Identifying the Bug State

Note that rosnode info (and the likes) will not show any information about the leaked topic connections, as they think they are closed. However, the leaked connections themselves can be seen:

using netstat, and identifying them by the PID of the rospy subscriber node, and either the machine name if you're using two machines (like a dev machine and a robot), or the port number of the topic endpoint.
- (ex: $ netstat --numeric-ports -peev | grep <rospy subscriber node's PID>)
or even just ps on the command line by looking at the rospy node's Light-Weight Processes (LWP's, or threads) with timestamps that are "old" and don't go away (during Subscriber creation and unsubscriptions).
- (ex: $ ps -L -p <rospy PID> -o lwp,lstart,stat,wchan)

The text was updated successfully, but these errors were encountered:

rethink-rlinsalata · 2015-01-08T17:59:08Z

DISCLAIMER: The internal use case where this series of 3 leak issues arose involves RobotWebTools/rosbridge_suite as the rospy node doing the subscribing and generating the leaked connections (the websocket_server, specifically). However, this Ticket is for the leakable state that rospy allows to happen, whether or not it is caused or just exposed by the rest of the test case. Just like the other two issues that were fixed in rospy, it is probably a combination of factors. The original, most reliable internal use case unfortunately touches a number of complicated components and uses an internal piece of code. My attempts to isolate the commands that trigger the issue and create a simplified, cut-out test script have shrunk the relevant code/cases down a lot, but still cannot reliably reproduce the code anywhere near to using a running, real robot as the publisher and/or using the original internal code interface classes.

Thus, this is why I don't have a good test script for the issue.

rethink-rlinsalata · 2015-01-08T18:01:58Z

FYI: ADDITIONAL debug tools
I'm putting more detailed information about debug tools I used during these 3 issues here (really just for the sake of documenting them next time there's a python leak...)

Note that rosnode info (and the likes) will not show any information about the leaked topic connections, as they think they are gone.

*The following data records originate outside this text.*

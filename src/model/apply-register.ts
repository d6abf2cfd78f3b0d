// Reads a procedure against the plant register: the entries it uses (under `uses`, or by naming a register
// signal in a condition or setpoint) supply their declarations, so the analyses and pages see one definition.
import type { PathKey } from '../parse/read-source.ts';
import type { FromRegister, Interlock, Procedure, RegisterUse, Signal } from './procedure.ts';
import { describeSafetyFunction, type PlantRegister, type RegisterEntry, type RegisterReliefDevice, type RegisterSafetyFunction, type RegisterSignal } from './register.ts';
import { walkBlocks, walkSteps } from './walk-steps.ts';

const namePattern = /[A-Za-z][A-Za-z0-9_-]*/g;

/**
 * The procedure with the register's declarations added where the procedure does not declare them itself.
 * A local declaration always stays as written (a conflict with the register is the rules' business).
 */
export function applyRegister(procedure: Procedure, register: PlantRegister | undefined): Procedure {
  if (!register) return procedure;
  const uses: RegisterUse[] = [];
  const seen = new Set<string>();
  const signals: Record<string, Signal> = { ...procedure.signals };
  const limits = [...procedure.limits];
  const interlocks = [...procedure.interlocks];
  const localLimit = new Set(procedure.limits.map((l) => l.signal));
  const localTrip = new Set(procedure.interlocks.map((i) => i.tag));

  const use = (id: string, path: PathKey[], explicit: boolean) => {
    if (seen.has(id)) return;
    const entry = register.entries.get(id);
    if (!entry && !explicit) return;
    seen.add(id);
    uses.push({ id, path, explicit, ...(entry ? { entry } : {}) });
    if (!entry) return;
    bring(entry, path);
  };

  const bringSignal = (signal: RegisterSignal, path: PathKey[]) => {
    const from: FromRegister = { id: signal.id, file: signal.file, path: signal.path };
    if (!signals[signal.id]) {
      signals[signal.id] = { from, name: signal.id, text: signal.text, unit: signal.unit, range: signal.range, values: signal.values, path };
    }
    if (signal.limits && !localLimit.has(signal.id) && (signal.limits.low || signal.limits.high)) {
      limits.push({
        from: { ...from, path: signal.limits.path },
        signal: signal.id,
        low: signal.limits.low && { value: signal.limits.low.value, path },
        high: signal.limits.high && { value: signal.limits.high.value, path },
        consequence: signal.limits.consequence,
        correction: signal.limits.correction,
        path,
      });
      localLimit.add(signal.id);
    }
  };

  const bringNamesIn = (text: string, path: PathKey[]) => {
    for (const [name] of text.matchAll(namePattern)) if (register.signals.has(name)) use(name, path, false);
  };

  const bring = (entry: RegisterEntry, path: PathKey[]) => {
    switch (entry.section) {
      case 'signals':
        bringSignal(entry, path);
        return;
      case 'safety-functions':
        if (entry.tripsWhen && !localTrip.has(entry.id)) {
          interlocks.push(tripOf(entry, register, path));
          localTrip.add(entry.id);
        }
        if (entry.tripsWhen) bringNamesIn(entry.tripsWhen.value, path);
        return;
      case 'relief-devices':
        if (entry.signal && entry.setPressure.value && !localTrip.has(entry.id)) {
          interlocks.push(reliefOf(entry, path));
          localTrip.add(entry.id);
        }
        if (entry.signal) use(entry.signal, path, false);
        return;
      default:
        return;
    }
  };

  for (const u of procedure.uses) use(u.value, u.path, true);
  // Register signals the procedure names without declaring them are read from the register.
  const steps = walkSteps(procedure.steps);
  const paramSignals: Record<string, string> = {};
  const byParam = new Map<string, string>();
  for (const signal of register.signals.values()) for (const name of signal.params) if (!byParam.has(name)) byParam.set(name, signal.id);
  for (const { step } of steps) {
    for (const s of step.set) if (register.signals.has(s.signal)) use(s.signal, s.path, false);
    for (const param of step.params) {
      if (register.signals.has(param.name)) use(param.name, param.path, false);
      const target = byParam.get(param.name);
      if (target && !procedure.signals[param.name]) {
        paramSignals[param.name] = target;
        use(target, param.path, false);
      }
    }
    if (step.until) bringNamesIn(step.until.value, step.until.path);
  }
  for (const block of walkBlocks(procedure.steps)) {
    if (block.kind === 'choose') for (const b of block.branches) if (b.when) bringNamesIn(b.when.value, b.when.path);
  }
  for (const i of procedure.interlocks) bringNamesIn(i.tripsWhen.value, i.tripsWhen.path);
  for (const l of procedure.limits) if (register.signals.has(l.signal)) use(l.signal, l.path, false);
  for (const [name, s] of Object.entries(procedure.signals)) if (register.signals.has(name)) use(name, s.path, false);
  for (const i of procedure.interlocks) if (register.entries.has(i.tag)) use(i.tag, i.path, false);
  procedure.equipment.forEach((tag, i) => use(tag, ['equipment', i], false));

  return { ...procedure, signals, limits, interlocks, registerUses: uses, ...(Object.keys(paramSignals).length ? { paramSignals } : {}) };
}

/** A register safety function as the interlock a procedure shows: its trip and one description of what it does. */
export function tripOf(fn: RegisterSafetyFunction, register: PlantRegister, path: PathKey[]): Interlock {
  return {
    from: { id: fn.id, file: fn.file, path: fn.path },
    tag: fn.id,
    tripsWhen: { value: fn.tripsWhen?.value ?? '', path },
    action: describeSafetyFunction(fn, register),
    latches: fn.latches ?? (fn.starts ? register.safetyFunctions.get(fn.starts)?.latches : undefined) ?? false,
    holds: heldOutputs(fn, register, path),
    path,
  };
}

/** The outputs a safety function forces, as states of register signals that can take those values. */
function heldOutputs(fn: RegisterSafetyFunction, register: PlantRegister, path: PathKey[]): Interlock['holds'] {
  const out: Interlock['holds'] = [];
  const add = (tags: string[], value: string) => {
    for (const tag of tags) {
      const values = register.signals.get(tag)?.values?.map(String);
      if (values?.includes(value)) out.push({ signal: tag, value, path });
    }
  };
  add(fn.closes, 'closed');
  add(fn.opens, 'open');
  add(fn.stops, 'stopped');
  add(fn.keepsRunning, 'running');
  return out;
}

/** A relief device as the interlock a procedure shows: it lifts when its signal reaches the set pressure. */
export function reliefOf(device: RegisterReliefDevice, path: PathKey[]): Interlock {
  return {
    from: { id: device.id, file: device.file, path: device.path },
    tag: device.id,
    tripsWhen: { value: `${device.signal} >= ${device.setPressure.value}`, path },
    action: `Relief device lifts${device.dischargesTo ? ` to ${device.dischargesTo}` : ''}${device.protects.length ? `, protecting ${device.protects.join(', ')}` : ''}.`,
    latches: false,
    holds: [],
    path,
  };
}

However, the leaked connections themselves can be seen:

using netstat: you can identify them by PID and port number or if using two computers (like a dev machine and a robot), by machine name too. (ex: $ netstat --numeric-ports -peev | grep <rospy subscriber node's PID>).
Or, you can see the leaked threads and objects that run them using dowser, by adding it to the top of your rospy sub program.
or gdb python, which is nice because it can be independently attached to an already running python process without interrupting: sudo apt-get install python-dbg and just sudo gdb python <PID>.
the psutil package was also useful early on while I was debugging these issues.
or even just ps on the command line by looking at the rospy node's Light-Weight Processes (LWP's) with timestamps that are "old" and don't go away (during Subscriber creation and unsubscriptions) (ex: $ ps -L -p <rospy PID> -o lwp,lstart,stat,wchan).

rethink-rlinsalata · 2015-01-08T18:20:12Z

Oh, this also did not (noticeably) happen before we upgraded everything from 32-bit Groovy to 64-bit Indigo, but that could be another red-herring as we have seen many process loads increase after the conversion, and so the race condition might have just been more likely to present itself now that the system is more heavily loaded.

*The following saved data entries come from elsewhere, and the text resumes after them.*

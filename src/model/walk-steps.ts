// Visits every step of a sequence with the parallel branches and choose branches that contain it.
import type { ChooseBlock, ParallelBlock, SequenceItem, Step } from './procedure.ts';

export interface StepPlace {
  step: Step;
  /** Keys of the parallel branches the step is inside, outermost first ("steps.2/solvent"). */
  parallelScope: string[];
  /** The blocks around the step, outermost first. */
  enclosing: Array<{ block: ParallelBlock | ChooseBlock; branch: number }>;
}

export function walkSteps(items: SequenceItem[]): StepPlace[] {
  const out: StepPlace[] = [];
  const visit = (seq: SequenceItem[], scope: string[], enclosing: StepPlace['enclosing']) => {
    for (const item of seq) {
      if (item.kind === 'step') out.push({ step: item, parallelScope: scope, enclosing });
      else if (item.kind === 'parallel') {
        item.branches.forEach((b, i) => visit(b.items, [...scope, parallelScopeKey(item, b.name)], [...enclosing, { block: item, branch: i }]));
      } else {
        item.branches.forEach((b, i) => b.items && visit(b.items, scope, [...enclosing, { block: item, branch: i }]));
      }
    }
  };
  visit(items, [], []);
  return out;
}

export function parallelScopeKey(block: ParallelBlock, branch: string): string {
  return `${block.path.join('.')}/${branch}`;
}

/** Every block in the sequence, depth first. */
export function walkBlocks(items: SequenceItem[]): Array<ParallelBlock | ChooseBlock> {
  const out: Array<ParallelBlock | ChooseBlock> = [];
  const visit = (seq: SequenceItem[]) => {
    for (const item of seq) {
      if (item.kind === 'step') continue;
      out.push(item);
      for (const b of item.branches) if (b.items) visit(b.items);
    }
  };
  visit(items);
  return out;
}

wjwwood · 2015-01-08T19:01:41Z

Thanks @rethink-rlinsalata for this detailed bug report, we'll see what we can do about it.

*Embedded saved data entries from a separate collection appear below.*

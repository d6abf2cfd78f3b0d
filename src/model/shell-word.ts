// A path or other value written into a command the user is told to run, quoted so that pasting the command runs it
// with that one argument: a folder with a space or a shell character in its name stays one argument.

/** Characters that need no quoting in any common shell (POSIX shells, PowerShell, cmd). */
const plain = /^[A-Za-z0-9_@%+=:,./-]+$/;

/**
 * `word` as one shell argument: unchanged when it needs no quoting, else in double quotes (which POSIX shells,
 * PowerShell and cmd all read the same) unless it holds a character double quotes do not protect in a POSIX shell
 * ($ ` \ " !), then in single quotes, with a single quote inside written as '\''.
 */
export function shellWord(word: string): string {
  if (plain.test(word)) return word;
  if (!/[$`\\"!]/.test(word)) return `"${word}"`;
  return `'${word.replace(/'/g, `'\\''`)}'`;
}
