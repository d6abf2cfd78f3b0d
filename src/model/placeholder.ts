// The marker `stepwright new` writes where the author must fill something in, and how to recognise it.

/** Upper-case TODO as a word: "TODO: say what…", or inside a placeholder tag such as TODO-TI. */
export const placeholderMarker = 'TODO';
const markerPattern = /(?<![A-Za-z0-9])TODO(?![A-Za-z0-9])/;

export function isPlaceholder(text: string): boolean {
  // Most text holds no marker at all: a plain search answers it before the pattern is tried.
  return text.includes(placeholderMarker) && markerPattern.test(text);
}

Protect against race condition where a new `TCPROSTransport` connection is created and added to a `_SubscriberImpl` that is already closed. Checks and returns False if closed so transport creator can shutdown socket connection. Fixes issue ros#544.

dirk-thomas · 2015-04-13T23:24:05Z

I finally have read through the code in more detail. I could imagine the following order of event:

the thread gets started: t.start()
the thread will run TCPROSTransport.receive_loop and from there could call close() on the transport anytime
and this happened before adding the connection in: sub.add_connection(conn)

It would also describe why it only rarely happens. Usually the thread will not immediately start after invoking start() but when Python first switches context. Under heavy load the chances that Python will actually start the thread before continuing with the add_connection() call are significantly higher.

If my guess is right I think the best approach is to delay starting the thread until after the connection has been added (#603). Could you please try if this makes it work in your complex use case?

Protect against race condition where a new `TCPROSTransport` connection is created and added to a `_SubscriberImpl` that is already closed. Checks and returns False if closed so transport creator can shutdown socket connection. Fixes issue #544.

dirk-thomas · 2015-04-16T19:16:27Z

Should be addressed by #603.

I moved forward and merged the patch to include it in the upcoming patch release. Otherwise it would likely take a long time until the next patch release.

@rethink-rlinsalata Please comment if you had a chance to test the change.

krixkrix · 2018-03-16T12:20:20Z

I am hitting this:

[rospy.internal][ERROR] 2018-03-16 13:10:58,758: ERROR: Race condition failure adding connection to closed subscriber
If you run into this please comment on https://github.com/ros/ros_comm/issues/544

Using ROS kinetic.
It is reproducible so let me know if you want details.

dirk-thomas · 2018-03-17T00:24:54Z

It is reproducible so let me know if you want details.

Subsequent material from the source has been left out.